— И подозрительный тип побеждает.
— Точно. Наши парни не кровожадные убийцы, но, надо полагать, и не мальчики из хора. И все же огребают по полной. Судя по их свидетельским показаниям, противник использует парализующее оружие, напоминающее дубинку, он хорошо принимает и возвращает удары. Но главное не это. Где происходит это побоище? — Остановившись на красный сигнал светофора, Магрелла поворачивается к своему коллеге.
— Позади спортзала, где обычно тренируется Фодиль.
— Спортзала, являющегося последним местом, где его видят в добром здравии в период времени, предшествующий стычке с тремя нашими образцовыми гражданами. Даже если они не способны узнать Мустафу, логично предположить, что именно его у них на глазах погружали в автомобиль. Прежде чем расправиться с ними, супербомж успел нейтрализовать известного всему кварталу преподавателя карате.
— Так что мы имеем дело с человеком, во-первых, — Понсо поднял большой палец, — решительным; во враждебном окружении он действует быстро, не теряя самообладания. Во-вторых, — он поднял указательный палец, — действующим по плану. Он приехал на грузовом автомобиле, он вооружен и проник в здание через запертый служебный вход. По крайней мере теоретически.
— И в-третьих, он натренирован на бой.
— Согласен. Теперь, если мы исходим из принципа, что все три наши жертвы при жизни были связаны, нельзя ли также предположить, что между их смертями тоже есть связь?

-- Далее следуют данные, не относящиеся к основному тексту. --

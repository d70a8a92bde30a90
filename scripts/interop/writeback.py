"""Runs a Slopewise program over the corpus and checks what it wrote back.

Usage: writeback.py BIN CORPUS_DIR [--keep DIR] [--only SUBSTRING]

For each "match" file of CORPUS_DIR/manifest.json: copy it to a scratch
directory, run
  BIN analyze COPY --outcome .. --treatment .. --moderator .. --controls a,b
      [--treated X] [--sheet S] [--header-row N] [--table NAME] --json
(--table is passed as is; a program without that option says so and the
file is reported as failed), compare the effects and n it prints with the
manifest (relative difference at most 1e-8), then compare the copy with
the original through check_writeback.compare. For each "refuse" file: run
the same and expect a non-zero exit and the copy unchanged, byte for byte.
Prints one line per file and a summary; exits 1 if any file failed.
"""

import argparse
import filecmp
import json
import math
import os
import shutil
import subprocess
import sys
import tempfile

sys.path.insert(0, os.path.dirname(os.path.abspath(__file__)))
import check_writeback  # noqa: E402

TOL = 1e-8


def args_for(e, path):
    s = e["spec"]
    a = ["analyze", path, "--outcome", s["outcome"], "--treatment", s["treatment"],
         "--moderator", s["moderator"], "--se", s["variance"].lower()]
    if s["controls"]:
        a += ["--controls", ",".join(s["controls"])]
    if s["treated"]:
        a += ["--treated", s["treated"]]
    if e["sheet"]:
        a += ["--sheet", e["sheet"]]
    if e["header_row"]:
        a += ["--header-row", str(e["header_row"])]
    if e["table"]:
        a += ["--table", e["table"]]
    return a + ["--json"]


def close(a, b):
    return abs(a - b) <= TOL * max(1.0, abs(b))


def check_effects(out, e):
    try:
        j = json.loads(out)
    except json.JSONDecodeError as ex:
        return [f"--json output is not JSON: {ex}"]
    bad = []
    if j.get("n_used") != e["n"]:
        bad.append(f"n {j.get('n_used')} != {e['n']}")
    got = {g["label"]: g for g in j.get("groups", [])}
    for lev, want in e["effects"].items():
        g = got.get(lev)
        if g is None:
            bad.append(f"no group {lev!r} (groups {sorted(got)})")
            continue
        for k in ("estimate", "se"):
            if not (isinstance(g.get(k), (int, float)) and math.isfinite(g[k]) and close(g[k], want[k])):
                bad.append(f"{lev} {k} {g.get(k)!r} != {want[k]!r}")
    return bad


def first_line(text):
    for line in text.splitlines():
        if line.strip():
            return line.strip()[:200]
    return ""


def main():
    ap = argparse.ArgumentParser()
    ap.add_argument("bin")
    ap.add_argument("corpus")
    ap.add_argument("--keep")
    ap.add_argument("--only", default="")
    a = ap.parse_args()
    with open(os.path.join(a.corpus, "manifest.json"), encoding="utf-8") as f:
        manifest = json.load(f)
    scratch = a.keep or tempfile.mkdtemp(prefix="slopewise-writeback-")
    results = []
    for e in manifest:
        if a.only and a.only not in e["file"]:
            continue
        src = os.path.join(a.corpus, e["file"])
        dst = os.path.join(scratch, e["file"])
        os.makedirs(os.path.dirname(dst), exist_ok=True)
        shutil.copyfile(src, dst)
        cmd = [a.bin] + args_for(e, dst)
        try:
            p = subprocess.run(cmd, capture_output=True, text=True, timeout=300)
            rc, out, err = p.returncode, p.stdout, p.stderr
        except subprocess.TimeoutExpired:
            rc, out, err = -1, "", "timed out after 300 s"
        problems, notes = [], []
        if e["expect"] == "refuse":
            if rc == 0:
                problems.append("accepted a file it should refuse")
            elif rc == 2:
                problems.append(f"usage error: {first_line(err)}")
            else:
                notes.append(f"refused: {first_line(err)}")
            if not filecmp.cmp(src, dst, shallow=False):
                problems.append("the refused file was changed")
        elif rc != 0:
            what = "usage error" if rc == 2 else f"exit {rc}"
            problems.append(f"{what}: {first_line(err)}")
        else:
            problems += check_effects(out, e)
            try:
                diffs, n = check_writeback.compare(src, dst)
            except Exception as ex:
                diffs, n = [f"could not compare: {type(ex).__name__}: {ex}"], []
            problems += [f"write-back: {d}" for d in diffs]
            notes += n
        status = "ok  " if not problems else "FAIL"
        results.append((status, e["file"], e["expect"], problems, notes))
        print(f"{status} {e['file']} [{e['expect']}]")
        for x in problems[:6]:
            print(f"       {x}")
        if len(problems) > 6:
            print(f"       ... {len(problems) - 6} more")
        for x in notes:
            print(f"       note: {x}")
    nf = sum(1 for r in results if r[0] == "FAIL")
    print(f"writeback.py: {len(results) - nf} of {len(results)} files ok, {nf} failed "
          f"(copies in {scratch})")
    sys.exit(1 if nf else 0)


if __name__ == "__main__":
    main()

— И что тень нашего мнимого бомжа витает над всем, что имеет отношение к умышленным убийствам, так?
— Именно так, Тьери.
— Кто бы мог подумать. — Они миновали Лувр. Оказавшись на другой стороне, Магрелла свернул налево на набережную, по направлению к Пон-Нёф. — До нового распоряжения смерть Хаммуда по- прежнему считается случайной.
— Ты запросил результаты повторной судебно-медицинской экспертизы, о которой говорил мне?
— Да, месье.
— Ну?..
— Эксперт обнаружил два ряда очень незначительных следов, которые можно было бы характеризовать как электрические ожоги, сходные с теми, что были замечены на телах Фодиля и Сесийона. Об этом свидетельствует разнесение точек нарушения ткани, видимо соответствующее расположению электродов. А главное, он нашел в волосах ливанца следы наркотиков. В отросших.
— Экстази?
— Экстази.
— А у Фодиля?
— Тоже, но на этот раз в крови и моче, как и у Сесийона.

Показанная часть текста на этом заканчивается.